▶ _ACTION ITEM_
If a line of the data below contains the string "environments", copy it into your answer.

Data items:
....................
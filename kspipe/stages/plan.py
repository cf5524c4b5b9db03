"""What a reduction will do: maps found usable, beam and grid chosen, fingerprints of each stage."""

from __future__ import annotations

import hashlib
import os
import warnings
from collections.abc import Mapping
from concurrent.futures import ThreadPoolExecutor
from dataclasses import asdict, dataclass, replace
from pathlib import Path
from typing import Any

import numpy as np
from astropy.io import fits
from numpy.typing import NDArray
from pydantic import BaseModel

from kspipe import __version__
from kspipe.conversions import (
    ALPHA_CO,
    ATOMIC,
    BALMER,
    CIRCULARITY,
    EXTINCTION,
    FINISHED_SFR,
    GAS_TO_DUST,
    GIVEN_ALPHA_CO,
    LINE_RATIO,
    MASS_METALLICITY,
    MASS_TO_LIGHT,
    NITROGEN,
    STAR_FORMATION,
    STARS,
    STRONG_LINES,
    TOTAL_INFRARED,
    AlphaCO,
    Choices,
    LineRatio,
    Record,
)
from kspipe.core.errors import Fault, KspipeWarning, MapError
from kspipe.kernels.geometry import beam_axes
from kspipe.maps import MapSource
from kspipe.maps.header import celestial_wcs
from kspipe.maps.stored import StoredImage
from kspipe.matching import Grid, choose_beam
from kspipe.recipe import Recipe
from kspipe.recipe.varying import ByRegion, OnMap, Profile, typed_as
from kspipe.relations import LAWS
from kspipe.stages.folder import file_checksum, fingerprint
from kspipe.stages.metallicity import metallicity_warnings
from kspipe.stages.state_files import state_files_print, state_values

__all__ = ["InMemory", "Plan", "choices_of", "compare_print", "convert_print", "make_plan"]

Array = NDArray[np.float64]
InMemory = Mapping[str, tuple[fits.PrimaryHDU, fits.PrimaryHDU | None]]

# From here on the recipe is told how fast cos i changes.
INCLINED_DEG = 65.0


@dataclass(frozen=True)
class Plan:
    """A reduction, decided.

    Attributes
    ----------
    recipe : Recipe
    sources : dict of str to MapSource
    target_arcsec2 : (2, 2) float64 array
        Beam covariance.
    grid : Grid
    prints : dict of str to str
        Fingerprints of ``match.NAME`` and ``convert``.
    """

    recipe: Recipe
    sources: dict[str, MapSource]
    target_arcsec2: Array
    grid: Grid
    prints: dict[str, str]

    @property
    def fwhm_arcsec(self) -> float:
        """Width of the target beam."""
        return beam_axes(self.target_arcsec2)[0]


def make_plan(recipe: Recipe, memory: InMemory | None = None) -> Plan:
    """Read all headers, choose beam and grid.

    Parameters
    ----------
    recipe : Recipe
    memory : mapping of str to (HDU, HDU or None), optional
        Maps, and their noise, that stand in for files.

    Raises
    ------
    MapError
        With the faults of all maps at once.
    """
    galaxy = recipe.galaxy
    sources: dict[str, MapSource] = {}
    faults: list[Fault] = []
    for name, table in recipe.maps.items():
        try:
            sources[name] = MapSource.open(
                table.request(name),
                centre_deg=galaxy.centre.degrees,
                velocity_kms=galaxy.velocity.value if galaxy.velocity else None,
                velocity_convention=galaxy.velocity_convention,
                memory=(memory or {}).get(name),
            )
        except MapError as error:
            faults += error.faults
    if faults:
        raise MapError(*faults)
    listed = list(sources.values())
    target = choose_beam(listed, recipe.grid.fwhm_arcsec(galaxy.pc_per_arcsec))
    fwhm = beam_axes(target)[0]
    grid = _grid(recipe, sources, fwhm)
    _check_grid(grid)
    _warn_inclination(recipe)
    _warn_metallicity(recipe)
    _warn_opacity(recipe)
    _warn_circularity(recipe)
    # Checksums of large files take a second or two, and leave the interpreter free.
    with ThreadPoolExecutor(os.cpu_count() or 1) as pool:
        found = pool.map(lambda source: _match_print(recipe, source, grid, fwhm), listed)
        prints = {f"match.{name}": print_ for name, print_ in zip(sources, found, strict=True)}
    prints["convert"] = convert_print(recipe, prints)
    return Plan(recipe, sources, target, grid, prints)


def _grid(recipe: Recipe, sources: dict[str, MapSource], fwhm_arcsec: float) -> Grid:
    """Lay kspipe's own grid, or take over that of a named map or file."""
    centre, table = recipe.galaxy.centre.degrees, recipe.grid
    # Also where the pixels are another map's, all maps must reach the galaxy.
    own = Grid.around(
        centre,
        fwhm_arcsec / table.pixels_per_beam,
        list(sources.values()),
        table.size.value if table.size else None,
    )
    if table.like is None:
        return own
    if table.like in sources:
        source = sources[table.like]
        return Grid.like(source.wcs, source.image.shape, centre, f"maps.{table.like}")
    image = StoredImage.find(Path(table.like), None)
    return Grid.like(
        celestial_wcs(image.header, f"grid.like, {image}"), image.shape, centre, str(image)
    )


def _check_grid(grid: Grid) -> None:
    if min(grid.shape) < 3:
        raise MapError(
            Fault(
                "grid",
                f"the maps share only {grid.shape[1]} x {grid.shape[0]} pixels of "
                f"{grid.pixel_arcsec:.3g} arcsec",
                "type a narrower grid.beam or check the maps",
            )
        )


def _warn_inclination(recipe: Recipe) -> None:
    inclination = recipe.galaxy.inclination.value
    if inclination > INCLINED_DEG:
        per_degree = 100 * np.tan(np.radians(inclination)) * np.radians(1.0)
        warnings.warn(
            f"galaxy.inclination {inclination:g} deg: cos i, and each surface density with it, "
            f"changes by {per_degree:.1f} % per degree",
            KspipeWarning,
            stacklevel=2,
        )


def _warn_opacity(recipe: Recipe) -> None:
    """Tell that one factor for all pixels is no opacity correction of any of them."""
    opacity = None if isinstance(recipe.gas, str) else recipe.gas.hi_opacity
    if opacity is not None and opacity.value != 1.0:
        warnings.warn(
            f"gas.hi_opacity {opacity}: one factor for all pixels, though only cold peaks are "
            "thick; "
            "integrated maps know no spin temperature",
            KspipeWarning,
            stacklevel=2,
        )


def _warn_circularity(recipe: Recipe) -> None:
    gas = None if isinstance(recipe.gas, str) else recipe.gas
    if gas is not None and gas.gas_to_dust is not None and recipe.relations:
        warnings.warn(
            f'gas.gas_to_dust "{gas.gas_to_dust}": {CIRCULARITY}', KspipeWarning, stacklevel=3
        )


def _warn_metallicity(recipe: Recipe) -> None:
    alpha_co = choices_of(recipe).alpha_co
    record = None if alpha_co is None else ALPHA_CO.get(alpha_co)
    for text in metallicity_warnings(recipe, record):
        warnings.warn(text, KspipeWarning, stacklevel=3)


def _match_print(recipe: Recipe, source: MapSource, grid: Grid, fwhm: float) -> str:
    galaxy, request = recipe.galaxy, asdict(source.request)
    # Contents count, not where they lie.
    del request["file"], request["noise"]["file"]
    for table, key in ((request, "psf"), (request["noise"], "shape_file")):
        table[key] = table[key] and file_checksum(table[key])
    return fingerprint(
        {
            "kspipe": __version__,
            "map": request,
            "pixels": _checksum(source.image),
            "noise": _checksum(source.noise_image) if source.noise_image else None,
            "galaxy": [
                galaxy.centre.degrees,
                galaxy.velocity,
                galaxy.velocity_convention,
                # Blank sky is what lies outside the disc.
                [galaxy.inclination.value, galaxy.position_angle.value, galaxy.r25]
                if "measure" in (source.request.noise.kind, source.request.noise.correlated)
                or source.request.background == "subtract"
                else None,
            ],
            "grid": [fwhm, grid.pixel_arcsec, grid.shape, grid.wcs.to_header_string()],
            "coverage": recipe.grid.minimum_coverage,
        }
    )


def _checksum(image: Any) -> str:
    if image.memory is None:
        return file_checksum(image.file)
    header = image.memory.header.tostring(endcard=False).encode()
    return hashlib.sha256(header + np.ascontiguousarray(image.memory.data).tobytes()).hexdigest()


def choices_of(recipe: Recipe) -> Choices:
    """Pick the records that a recipe names, by key."""
    gas = None if isinstance(recipe.gas, str) else recipe.gas
    finished = {t.tracer: t.finished for t in recipe.maps.values() if t.finished is not None}
    calibration = recipe.star_formation.calibration
    if calibration is FINISHED_SFR or calibration == FINISHED_SFR:
        calibration = replace(FINISHED_SFR, imf=finished["Sigma_SFR"].imf)
    return Choices(
        calibration=calibration,
        finished=finished,
        balmer=recipe.star_formation.attenuation,
        total_infrared=recipe.star_formation.total_infrared,
        alpha_co=_or(gas.alpha_co, str | AlphaCO | None, GIVEN_ALPHA_CO) if gas else None,
        gas_to_dust=gas.gas_to_dust if gas else None,
        stars=recipe.stars.record if recipe.stars else None,
        mass_to_light=_or(recipe.stars.mass_to_light, str, None) if recipe.stars else None,
        imf=recipe.star_formation.imf,
        ebv_scale=recipe.foreground.ebv_scale,
        line_ratio=_or(gas.line_ratio, str | LineRatio, None) if gas else None,
        extinction={
            "FUV": recipe.foreground.uv,
            "NUV": recipe.foreground.uv,
            "Halpha": recipe.foreground.halpha,
            "Hbeta": recipe.foreground.halpha,
        },
    )


def _or(value: Any, kind: Any, other: Any) -> Any:
    return value if isinstance(value, kind) else other


def records_of(recipe: Recipe) -> list[Any]:
    """All conversion records that a recipe uses."""
    choices = choices_of(recipe)
    records: list[Any] = [ATOMIC.get(choices.atomic)] if recipe.map_of("HI") else []
    if choices.alpha_co is not None:
        records.append(ALPHA_CO.get(choices.alpha_co))
    if choices.gas_to_dust is not None:
        records.append(GAS_TO_DUST.get(choices.gas_to_dust))
    if choices.line_ratio is not None:
        records.append(LINE_RATIO.get(choices.line_ratio))
    if choices.stars is not None:
        records.append(STARS.get(choices.stars))
    if choices.mass_to_light is not None:
        records.append(MASS_TO_LIGHT.get(choices.mass_to_light))
    calibration = STAR_FORMATION.get(choices.calibration)
    records.append(calibration)
    keys = {choices.extinction[t] for t in calibration.tracers if t in choices.extinction}
    records += [EXTINCTION.get(key) for key in sorted(keys)]
    if choices.balmer is not None:
        records.append(BALMER.get(choices.balmer))
    if choices.total_infrared is not None:
        records.append(TOTAL_INFRARED.get(choices.total_infrared))
    relations = {recipe.maps[n].nii_relation for n in recipe.star_formation.maps}
    records += [NITROGEN.get(key) for key in sorted(filter(None, relations))]
    metallicity = recipe.metallicity
    if metallicity.calibration is not None:
        records.append(STRONG_LINES.get(metallicity.calibration))
    if metallicity.relation is not None:
        records.append(MASS_METALLICITY.get(metallicity.relation))
    return records


def _values(table: BaseModel) -> dict[str, Any]:
    """Values of a recipe's table, as they are and not as they were typed."""
    return {key: _content(getattr(table, key)) for key in type(table).model_fields}


def _content(value: Any) -> Any:
    """A value by what it holds: files by their contents, the user's own records by their words."""
    if isinstance(value, Path):
        return file_checksum(value)
    if isinstance(value, Record):
        return [value.sentence, *map(str, value.ranges)]
    if isinstance(value, BaseModel):
        return _values(value)
    if isinstance(value, OnMap | Profile | ByRegion):
        return _content(typed_as(value))
    if isinstance(value, list | tuple):
        return [_content(entry) for entry in value]
    if isinstance(value, Mapping):
        return {str(key): _content(entry) for key, entry in value.items()}
    return value


def convert_print(recipe: Recipe, match_prints: Mapping[str, str]) -> str:
    """Fingerprint of the surface densities."""
    return fingerprint(
        {
            "matched": {k: v for k, v in match_prints.items() if k.startswith("match.")},
            "galaxy": _values(recipe.galaxy),
            "metallicity": _values(recipe.metallicity),
            "regions": {n: _values(t) for n, t in recipe.regions.items()},
            "foreground": _values(recipe.foreground),
            "gas": recipe.gas if isinstance(recipe.gas, str) else _values(recipe.gas),
            "stars": recipe.stars and _values(recipe.stars),
            "star formation": _values(recipe.star_formation),
            "finished": {n: str(t.finished) for n, t in recipe.maps.items()},
            "ratios": {
                n: _content([t.nii_ratio, t.as_24um, t.nii_relation, t.thermal_fraction, t.diffuse])
                for n, t in recipe.maps.items()
            },
            "low_snr": recipe.comparison.low_snr,
            "records": [f"{r.key}: {r.formula}" for r in records_of(recipe)],
            **({"gas state files": state_files_print(recipe)} if recipe.gas_state else {}),
        }
    )


def compare_print(recipe: Recipe, reduction_print: str) -> str:
    """Fingerprint of the comparison."""
    return fingerprint(
        {
            "reduction": reduction_print,
            "relations": {n: _values(t) | {"defaults": None} for n, t in recipe.relations.items()},
            "laws": [LAWS.get(t.law).formula for t in recipe.relations.values()],
            "disc": [t and _values(t) for t in (recipe.midplane, recipe.radiation_field)],
            "rotation": recipe.rotation and _values(recipe.rotation),
            "comparison": _values(recipe.comparison) | {"environments": None},
            "environments": {
                name: (table.radii_kpc or file_checksum(Path(table.where)), table.alpha_co_scale)
                for name, table in recipe.comparison.environments.items()
            },
            "seed": recipe.seed,
            **({"gas state": state_values(recipe.gas_state)} if recipe.gas_state else {}),
            **({"inside beam": _values(recipe.inside_beam)} if recipe.inside_beam else {}),
        }
    )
....................
▶ _ANSWER SPACE_
            "comparison": _values(recipe.comparison) | {"environments": None},
            "environments": {
                for name, table in recipe.comparison.environments.items()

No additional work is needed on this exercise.